The digital image of the car produces a 297 x 425 matrix. The matrix
can be represented as a sum of rank one matrices. Using the
Singular Value Decompostion (SVD) we can approximate the original
matrix. This can be thought of as an image compression. The car WAS
mine, many years ago. It was a 1997 camaro SS.

Course Material
Text:
Matrix Analysis for Scientists and Engineers
by Alan J. Laub
Publisher:
SIAM: Society for Industrial and Applied Mathematics (December 1, 2004)
ISBN-10: 0898715768
ISBN-13: 978-0898715767

Software:
Octave
is need (i.e. required) for this course. Octave is a high-level
language interface, primarily intended for numerical computations.
It provides a convenient command line interface for solving linear
and nonlinear problems numerically. Octave is very similar to MatLab,
but it is FREE. All of the laptops in Lippitt 205 have Octave installed.
More details will be provided in class.

Online Lecture Notes:
I will be providing detailed lecture notes for some topics. You will be able to
download notes as a pdf file within the Sakai course shell. I may also post computer codes
in Sakai that you can use for your assignments/projects.

Homework
Homework will be assigned for section of the textbook we cover.
A list of homework problems
will be provided in class and also posted on the web.
Do NOT email your homework to me!
Homework must have

your name
list of problems assigned
complete solution (answers only will be given no credit)
multiple pages stapled
Very little tolerance is given to messy homework. If I cannot read it
or follow the solution, then it is marked incorrect. I do not require
typed homework, but I strongly suggest you type the homework problems.
I will not accept ANY late or incomplete homework assignments.

Goals
The primary aim of MTH 418 is to gain an adequate understanding of
matrix theory and linear algebra so that we can use the concepts
in applications. We will study determinants, vector spaces, linear transformations,
singular value decompositions, least squares, linear equations, eigenvalues,
canonical forms, QR decmpositions, and linear differential equations. Some
applications will involve GPS, web searching, and image deblurring.

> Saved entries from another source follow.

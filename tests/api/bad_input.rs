//! Bad input. Request-level problems end the request with a status and an
//! OperationOutcome naming the element; problems of one resource never do:
//! the resource is set aside, named in the result's OperationOutcome, and not
//! used for the calcium status.

#![allow(clippy::unwrap_used, clippy::expect_used, clippy::panic)]

use serde_json::{Value, json};

use crate::helpers::{
    FHIR_JSON, Lab, OTHER_PATIENT_URL, PATIENT_FAMILY, PATIENT_GIVEN, PATIENT_URL, Scenario, TestApp, assert_r4_valid,
    content_type, guidance_notes, guidance_status, issue_at, issue_expressions, now_unix, outcome_issues,
    references_in, resources, rfc3339, spawn_app, spawn_app_with_body_limit,
};

/// POST, then check a refused request: status, media type, an R4-valid
/// OperationOutcome of errors. Returns the OperationOutcome.
async fn refused(app: &TestApp, case: &str, body: String, ct: &str, status: u16) -> Value {
    let response = app.post_assess(body, ct).await;
    let got = response.status().as_u16();
    let got_ct = content_type(&response);
    let text = response.text().await.expect("a body");
    assert_eq!(got, status, "case '{case}': status; body: {text}");
    assert!(got_ct.starts_with(FHIR_JSON), "case '{case}': Content-Type {got_ct:?}");
    let oo: Value = serde_json::from_str(&text).unwrap_or_else(|e| panic!("case '{case}': not JSON ({e}): {text}"));
    assert_eq!(oo["resourceType"], "OperationOutcome", "case '{case}': {oo}");
    let issues = oo["issue"].as_array().cloned().unwrap_or_default();
    assert!(!issues.is_empty(), "case '{case}': no issue");
    assert!(
        issues.iter().all(|i| i["severity"] == "error" || i["severity"] == "fatal"),
        "case '{case}': a refused request is an error: {oo}"
    );
    assert_r4_valid(&oo);
    oo
}

fn nested(depth: usize) -> String {
    format!("{}{{}}{}", "{\"a\":".repeat(depth), "}".repeat(depth))
}

fn two_patients() -> Value {
    let s = Scenario::new().add(Lab::IonizedCa, "ica-1", 1.20, 2.0);
    let mut bundle = s.bundle();
    let mut other = s.patient();
    other["id"] = json!("pt-larkspur-2");
    other["name"] = json!([{ "family": "Oakhollow", "given": ["Perrin"] }]);
    other["identifier"][0]["value"] = json!("LCH-99887766");
    bundle["entry"].as_array_mut().unwrap().insert(1, json!({ "fullUrl": OTHER_PATIENT_URL, "resource": other }));
    bundle
}

fn same_full_url() -> Value {
    let mut bundle =
        Scenario::new().add(Lab::IonizedCa, "ica-1", 1.20, 2.0).add(Lab::IonizedCa, "ica-2", 1.18, 4.0).bundle();
    let url = bundle["entry"][1]["fullUrl"].clone();
    bundle["entry"][2]["fullUrl"] = url;
    bundle
}
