#[test]
fn the_needs_are_the_bounds_of_the_survey_advice() {
    // The mapping need is the lower edge of survey::overlap_guidance's mapping class and the
    // minimum its "low" edge (common practice, as that function states).
    assert_eq!(
        overlap_guidance(MAPPING_FRONT_PCT, MAPPING_SIDE_PCT).class,
        OverlapClass::Mapping
    );
    assert_ne!(
        overlap_guidance(MAPPING_FRONT_PCT - 0.1, MAPPING_SIDE_PCT).class,
        OverlapClass::Mapping
    );
    assert_ne!(
        overlap_guidance(MAPPING_FRONT_PCT, MAPPING_SIDE_PCT - 0.1).class,
        OverlapClass::Mapping
    );
    assert_ne!(
        overlap_guidance(MINIMUM_FRONT_PCT, MINIMUM_SIDE_PCT).class,
        OverlapClass::Low
    );
    assert_eq!(
        overlap_guidance(MINIMUM_FRONT_PCT - 0.1, MINIMUM_SIDE_PCT).class,
        OverlapClass::Low
    );
    assert_eq!(
        overlap_guidance(MINIMUM_FRONT_PCT, MINIMUM_SIDE_PCT - 0.1).class,
        OverlapClass::Low
    );
}

// ---------------------------------------------------------------------------------------------
// Wind

fn wind(
    airspeed_mps: f64,
    wind_mps: f64,
    wind_from_deg: f64,
    heading_deg: f64,
) -> Result<sharpfield::core::planning::ground::WindOnLines, WindLimit> {
    wind_on_lines(&WindInputs {
        airspeed_mps,
        wind_mps,
        wind_from_deg,
        heading_deg,
    })
}

#[test]
fn wind_across_the_line_by_hand() {
    // By hand (the wind triangle): 10 m/s through the air, 4 m/s straight across the line. The
    // nose turns into the wind by asin(4/10) = 23.58°, and what is left along the line is
    // √(10² − 4²) = √84 = 9.165 m/s on both legs.
    for (from, heading) in [(90.0, 0.0), (270.0, 0.0), (0.0, 90.0), (135.0, 45.0)] {
        let w = wind(10.0, 4.0, from, heading).unwrap();
        close(w.out.ground_speed_mps, f64::sqrt(84.0), 1e-12);
        close(w.back.ground_speed_mps, f64::sqrt(84.0), 1e-12);
        close(w.out.crab_rad.abs(), libm::asin(0.4), 1e-12);
        close(w.back.crab_rad, -w.out.crab_rad, 1e-12);
        assert_eq!(w.fastest(), None);
        close(w.pair_ground_speed_mps(), f64::sqrt(84.0), 1e-12);
    }
    // A wind from the west on a line flown north pushes east, to the right: the nose turns left
    // (negative) on the way out and right on the way back.
    let w = wind(10.0, 4.0, 270.0, 0.0).unwrap();
    assert!(w.out.crab_rad < 0.0 && w.back.crab_rad > 0.0);
    close(w.across_mps, 4.0, 1e-12);
}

Exams and Grade Evaluation
2 Exams 100 pts each 200 pts
Homework 150 pts - 200 pts
3 Projects 150 pts
Total points: 500 pts -550 pts

Grade is determined by summing up your points and dividing by the total
number of points.
A ..92%-100%
A- ..90%-91%
B+ ..87%-89%
B ..82%-86%
B- ..80%-81%
C+ ..77%-79%
C ..72%-76%
C- ..70%-71%
D+ ..67%-69%
D ..60%-66%
F ..0%-59%
Remark: Incompletes can only be given if you are passing the course.
Remark: No across the board curves allowed.
Remark: No extra credit allowed.

Projects
There will be three projects. The goals of the projects
are to use the concepts to solve real life applications. You can work
in groups, no more than three students per group. You must use a
computer software system to solve these applications. Octave is
very easy to use and is free. You can also use Mathematica or Matlab.
You can NOT use a graphing calculator, Excel, or code written by
someone who is not in your group. Projects MUST be typed, with
proper grammar. Points will be taken off for grammar (and spelling)
mistakes. Do NOT hand in computer code. Projects will be posted
on the web. All projects must be submitted
through Sakai. Do NOT email the projects to me!
Projects must have a list of all the names of everyone in your group.
I will not accept ANY late or incomplete projects.

Students with Disabilities
Any student with a documented disability should contact your instructor early in the semester so that he or she may work out reasonable accommodations with you to support your success in this course. Students should also contact Disability Services for Students: Office of Student Life, 330 Memorial Union, 874-2098. They will determine with you what accommodations are necessary and appropriate. All information and documentation is confidential.

Sakai
Sakai is being used in part to teach this course.
That means you should become familiar with using Sakai.
You can access Sakai at the following web address:
https://sakai.uri.edu/portal/
Use your e-campus id and your URI Webmail password.